RAR is a popular proprietary file format and software for compressing and archiving files, known for its ability to span multiple RAR files into a single archive, which is useful for compressing, archiving, and transferring large files.
Linux, including Ubuntu, has had RAR support for some time, but due to RAR's proprietary licensing and restrictions support comes through multiple programs. Luckily all of them are easy to install, and if you don't particularly care for the license you might just want to install them all in one go, especially unrar-nonfree and rar, and enjoy complete support for all RAR files, and all operations it allows you to do.
The following are the relevant programs and what they support, by their package names:
- unrar-free – opens some .rar files, does not support RAR v3.
- unrar-nonfree – opens all RAR files.
- unar – an alternative option with full RAR support
- 7zip – supports opening and extracting rar files
- rar – a program for both creating and extracting rar archives
That about sums up what we've got, in addition to graphical archiving applications that use the support of some of these programs to handle rar files, among others.
Now let's try to keep it simple. If you just want the ability to open and extract all rar files, and also easily create rar archives then install unrar-nonfree and rar using the Ubuntu Software Center or with these simple apt-get command:
sudo apt-get install unrar-nonfree rar
With this stuff behind the scenes your Ubuntu can now do anything you want with rar files, right from the File Manager itself. Just right-click on any .rar file and choose "Extract.." and you're done. Or if you want to compress some files just select them, right click, and choose "Compress…". Then pick .rar from the list of formats and click "Create". You can then also use File Roller, Ark, and similar programs with rar files as well.

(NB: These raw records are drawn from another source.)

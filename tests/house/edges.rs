//! Who may depend on whom, over the workspace's own metadata.

use std::collections::{BTreeMap, BTreeSet};
use std::process::Command;

use serde_json::Value;

use super::root;

const PURE: &str = "units model tide structures signals nowcast licence planner interlock engine \
                    plant world oracle";

/// crate: what of ours it may depend on. From the design, with decision 7 of DEVELOPERS.md.
const ALLOWED: &[(&str, &str)] = &[
    ("units", ""),
    ("model", "units"),
    ("tide", "units"),
    ("structures", "units"),
    ("signals", "units model"),
    ("nowcast", "units model tide"),
    ("licence", "units model"),
    ("planner", "units model structures licence"),
    ("interlock", "units"),
    ("engine", "units model signals licence interlock"),
    ("plant", "units structures"),
    ("world", "units model tide structures signals nowcast licence planner interlock engine plant"),
    ("oracle", "units"),
    ("protocol", ""),
    ("sdk", "protocol"),
    ("record", "units model interlock engine"),
    ("journal", "units record"),
    ("host", "protocol units interlock journal"),
    ("site", "units model tide"),
    ("simulated-plant", "plant structures units model tide nowcast site protocol sdk"),
    ("misbehave", ""),
];

/// Outside crates that can read a clock, and who may have them: the processes with a shell round
/// them. `chrono` is for zone rules, so its `clock` and `now` features stay off.
const CLOCKED: &str = "chrono jiff libc nix quanta rustix time";
const MAY_BE_CLOCKED: &str = "daemon host journal sdk simulated-plant";

type Edges = BTreeMap<String, BTreeSet<String>>;

/// What each workspace member is built from, ours and others'; what only its tests need is apart.
fn edges(metadata: &Value) -> Edges {
    let list = |v: &Value, key: &str| v.get(key).and_then(Value::as_array).cloned();
    let text = |v: &Value, key: &str| v.get(key).and_then(Value::as_str).map(str::to_owned);
    let mut edges = Edges::new();
    for package in list(metadata, "packages").expect("packages") {
        let name = text(&package, "name").expect("a name");
        let deps = list(&package, "dependencies").expect("dependencies");
        let normal = deps.iter().filter(|d| text(d, "kind").as_deref() != Some("dev"));
        edges.insert(name, normal.filter_map(|d| text(d, "name")).collect());
    }
    edges
}

fn metadata() -> Value {
    let out = Command::new(std::env::var("CARGO").unwrap_or_else(|_| "cargo".to_owned()))
        .args(["metadata", "--format-version", "1", "--no-deps", "--offline"])
        .current_dir(root())
        .output()
        .expect("cargo runs");
    assert!(out.status.success(), "{}", String::from_utf8_lossy(&out.stderr));
    serde_json::from_slice(&out.stdout).expect("JSON")
}

fn workspace() -> Edges {
    edges(&metadata())
}

/// Edges that nobody allowed.
fn forbidden(edges: &Edges) -> Vec<String> {
    let ours: BTreeSet<&String> = edges.keys().collect();
    let mut found = Vec::new();
    for (from, to) in edges {
        // The judge is for tests alone; the binary wires everything else.
        if from == "tests" {
            continue;
        }
        if from == "daemon" {
            found.extend(to.contains("oracle").then(|| format!("{from} -> oracle")));
            continue;
        }
        let allowed = ALLOWED.iter().find(|(name, _)| name == from).map(|(_, to)| *to);
        let Some(allowed) = allowed else {
            found.push(format!("{from} is not in the table"));
            continue;
        };
        let may: BTreeSet<&str> = allowed.split_whitespace().collect();
        found.extend(
            to.iter()
                .filter(|d| ours.contains(d) && !may.contains(d.as_str()))
                .map(|d| format!("{from} -> {d}")),
        );
        if PURE.split_whitespace().any(|p| p == from) {
            let outside = to.iter().filter(|d| !ours.contains(d) && *d != "libm");
            found.extend(outside.map(|d| format!("{from} -> {d} (outside)")));
        }
    }
    found
}

fn reaches(edges: &Edges, from: &str, to: &str) -> bool {
    let next = edges.get(from).into_iter().flatten();
    next.into_iter().any(|d| d == to || reaches(edges, d, to))
}

#[test]
fn dependencies_point_downwards_only() {
    let edges = workspace();
    assert_eq!(forbidden(&edges), Vec::<String>::new());
    assert_eq!(edges["interlock"].iter().collect::<Vec<_>>(), ["units"]);
}

#[test]
fn a_planner_cannot_move_a_gate() {
    let edges = workspace();
    for target in ["host", "protocol", "sdk", "interlock"] {
        assert!(!reaches(&edges, "planner", target), "planner reaches {target}");
    }
    assert!(!reaches(&edges, "engine", "planner"), "the engine knows the planner");
}

/// Crates that could read a clock and may not.
fn clocked(edges: &Edges) -> Vec<String> {
    let may: BTreeSet<&str> = MAY_BE_CLOCKED.split_whitespace().collect();
    let mut found = Vec::new();
    for (from, to) in edges.iter().filter(|(from, _)| !may.contains(from.as_str())) {
        let can = CLOCKED.split_whitespace().filter(|c| to.contains(*c));
        let zones_only = |c: &&str| from == "site" && *c == "chrono";
        found.extend(can.filter(|c| !zones_only(c)).map(|c| format!("{from} -> {c}")));
    }
    found
}

#[test]
fn no_crate_can_read_a_clock_that_has_no_business_with_one() {
    assert_eq!(clocked(&workspace()), Vec::<String>::new());
    let metadata = metadata();
    let packages = metadata["packages"].as_array().unwrap().iter();
    let all = packages.flat_map(|p| p["dependencies"].as_array().unwrap());
    for chrono in all.filter(|d| d["name"] == "chrono") {
        assert_eq!(chrono["uses_default_features"], false);
        let features = chrono["features"].as_array().unwrap();
        assert!(!features.iter().any(|f| f == "clock" || f == "now"), "{features:?}");
    }
    let mut edges = Edges::new();
    edges.insert("engine".to_owned(), BTreeSet::from(["rustix".to_owned()]));
    assert_eq!(clocked(&edges), ["engine -> rustix"]);
}

#[test]
fn the_scanner_finds_an_edge_upwards_and_one_outwards() {
    let set = |s: &str| s.split_whitespace().map(str::to_owned).collect::<BTreeSet<_>>();
    let mut edges = Edges::new();
    edges.insert("units".to_owned(), set("planner serde"));
    edges.insert("planner".to_owned(), set("units"));
    assert_eq!(forbidden(&edges), ["units -> planner", "units -> serde (outside)"]);
    assert!(reaches(&edges, "units", "planner"));
    edges.clear();
    edges.insert("daemon".to_owned(), set("engine oracle"));
    edges.insert("newcomer".to_owned(), set(""));
    assert_eq!(forbidden(&edges), ["daemon -> oracle", "newcomer is not in the table"]);
}

#[test]
fn an_edge_of_a_build_script_counts_and_one_of_tests_does_not() {
    let dependency = |name: &str, kind: Value| serde_json::json!({ "name": name, "kind": kind });
    let found = edges(&serde_json::json!({ "packages": [{ "name": "tide", "dependencies": [
        dependency("units", Value::Null),
        dependency("host", "build".into()),
        dependency("proptest", "dev".into()),
    ] }] }));
    assert_eq!(found["tide"].iter().collect::<Vec<_>>(), ["host", "units"]);
}
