//! With the journal lost: what was not acknowledged is kept in order, until the file can be opened,
//! verified and written again.

use std::error::Error;
use std::fmt::Write;
use std::path::PathBuf;
use std::sync::mpsc::{self, RecvTimeoutError, Sender};
use std::time::Duration;

use record::Row;

use crate::chain::Head;
use crate::planned::{Planned, Whose};
use crate::thread::Message;
use crate::{Journal, JournalError, Opening};

/// Time between two attempts. A person who frees a full disk waits no longer than this.
const RETRY_EVERY: Duration = Duration::from_secs(2);
/// Rows kept in memory at most; at a row a second, more than a day.
const KEPT_ROWS_MOST: usize = 100_000;

/// What waits for the journal to come back.
pub(crate) struct Kept {
    dir: PathBuf,
    /// Where the chain ended when the last acknowledgement was given.
    acknowledged: Head,
    acknowledged_input: i64,
    /// The one transaction that failed: on disk as a whole, or not at all.
    attempted: Vec<Planned>,
    /// Found on disk after all, to be acknowledged.
    found: Vec<(Whose, Vec<Row>)>,
    since: Vec<Planned>,
    rows: usize,
    /// Ends with the loss.
    _ticker: Ticker,
}

impl Kept {
    pub(crate) fn after(
        journal: &mut Journal,
        mut attempted: Vec<Planned>,
        ticker: Ticker,
    ) -> Self {
        attempted.extend(journal.attempting());
        Self {
            dir: journal.dir().to_owned(),
            acknowledged: journal.head(),
            acknowledged_input: journal.last_input(),
            rows: attempted.iter().map(Planned::weight).sum(),
            attempted,
            found: Vec::new(),
            since: Vec::new(),
            _ticker: ticker,
        }
    }

    /// Keeps more; their permits are gone already. The error says what found no room.
    pub(crate) fn add(&mut self, planned: Vec<Planned>) -> Result<(), String> {
        let more: usize = planned.iter().map(Planned::weight).sum();
        if self.rows + more > KEPT_ROWS_MOST {
            return Err(format!(
                "the journal is still lost, and {more} rows find no room in memory: they will not \
                 be recorded"
            ));
        }
        self.rows += more;
        self.since.extend(planned);
        Ok(())
    }

    /// Opens and verifies the file anew, finds out what became of the transaction that failed, and
    /// writes the rest. Gives the rows of each batch, in order. On an error everything is kept.
    pub(crate) fn recover(&mut self) -> Result<(Journal, Vec<Vec<Row>>), JournalError> {
        let mut tail = Vec::new();
        let opening = Opening::begin(&self.dir)?;
        let mut journal = opening.walk_after(self.acknowledged, &mut |row| tail.push(row))?;
        let written = !tail.is_empty() || journal.last_input() > self.acknowledged_input;
        self.settle_attempted(tail, written)?;
        self.acknowledged = journal.head();
        self.acknowledged_input = journal.last_input();
        let mut group = std::mem::take(&mut self.since);
        group.iter_mut().for_each(Planned::without_intents);
        match journal.write(&group, &mut |_| Ok(())) {
            Ok((rows, end)) => {
                journal.advance(end);
                let new = group.iter().map(|p| p.whose).zip(rows);
                Ok((journal, merged(self.found.drain(..).chain(new))))
            }
            Err(e) => {
                self.attempted = group;
                Err(e)
            }
        }
    }

    /// `tail` are the rows on disk that nobody was told of; a transaction may also have been written
    /// that had none.
    fn settle_attempted(&mut self, tail: Vec<Row>, written: bool) -> Result<(), JournalError> {
        let wanted: usize = self.attempted.iter().map(|p| p.drafts.len()).sum();
        if !written {
            let again = self.attempted.drain(..).filter(|p| p.whose != Whose::Task);
            self.since.splice(0..0, again);
            return Ok(());
        }
        let planned = self.attempted.iter().flat_map(|p| p.drafts.iter().map(move |d| p.row(d)));
        let same =
            |row: &Row, planned: Row| Row { seq: row.seq, hash: row.hash, ..planned } == *row;
        if tail.len() != wanted || !tail.iter().zip(planned).all(|(row, p)| same(row, p)) {
            let why = "it was written by somebody else while the journal was lost".to_owned();
            return Err(JournalError::FirstBad { seq: self.acknowledged.seq + 1, why });
        }
        let mut tail = tail.into_iter();
        let mut never_left = Vec::new();
        for planned in self.attempted.drain(..) {
            let rows = tail.by_ref().take(planned.drafts.len()).collect();
            self.found.push((planned.whose, rows));
            never_left.extend(planned.never_left());
        }
        self.since.splice(0..0, never_left);
        Ok(())
    }

    /// At the end of the program.
    pub(crate) fn given_up(&self) -> JournalError {
        JournalError::NotKept { rows: self.rows }
    }
}

/// The rows of each batch; what follows a batch goes with it, and for a task nobody waits.
fn merged(parts: impl Iterator<Item = (Whose, Vec<Row>)>) -> Vec<Vec<Row>> {
    let mut all: Vec<Vec<Row>> = Vec::new();
    for (whose, rows) in parts {
        match (whose, all.last_mut()) {
            (Whose::Task, _) => {}
            (Whose::Before, Some(last)) => last.extend(rows),
            _ => all.push(rows),
        }
    }
    all
}

/// An error and what lies under it, in one line.
pub(crate) fn in_words(error: &dyn Error) -> String {
    let mut words = error.to_string();
    let mut under = error.source();
    while let Some(e) = under {
        write!(words, ": {e}").expect("a String takes all that is written to it");
        under = e.source();
    }
    words
}

/// Sends a `Retry` now and then, for as long as it lives.
#[derive(Debug)]
pub(crate) struct Ticker {
    _alive: Sender<()>,
}

impl Ticker {
    pub(crate) fn start(to: Sender<Message>) -> Self {
        let (alive, ended) = mpsc::channel::<()>();
        let tick = move || {
            while ended.recv_timeout(RETRY_EVERY) == Err(RecvTimeoutError::Timeout) {
                if to.send(Message::Retry).is_err() {
                    return;
                }
            }
        };
        let thread = std::thread::Builder::new().name("journal-retry".to_owned()).spawn(tick);
        drop(thread.expect("the system gives one small thread"));
        Self { _alive: alive }
    }
}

If you prefer to decompress with the command line here are a few basic examples to get you started. To extract an existing .rar archive run the rar command with the "e" function, which stands for "extract":
rar e pictures.rar
You can also use the unrar command the same way:
unrar e pictures.rar
To create a new archive run rar with the "a" function, standing for "add" or "archive", like this:
rar a pictures.rar Pictures/
You can also add multiple files into the archive:
rar a pictures.rar picture1.jpg picture2.jpg picture3.jpg
And just to make things slightly more interesting here's how to create multipart rar archives, those that take the original big file and compress it into multiple .part01.rar, .part02.rar etc. files.
rar a -v50M movie.rar movie.mp4
The "-v50M" tells rar that each rar part will be 50 megabytes in size. You can put any size here. For example if you want 5 MB for each part you would type "-v5M" instead. Extracting these files works the same way as extracting any other archive except you have to extract the first part, the .part01.rar, like this:
rar e movie.part01.rar
It will then take data from all the parts and put it together into the original file.
For more information you can consult the manual pages for rar by running man rar. Don't mind it saying "this is a trial version". It's the same kind of perpetual trial as WinRAR on Windows.
And that's how you roll with rar on Ubuntu.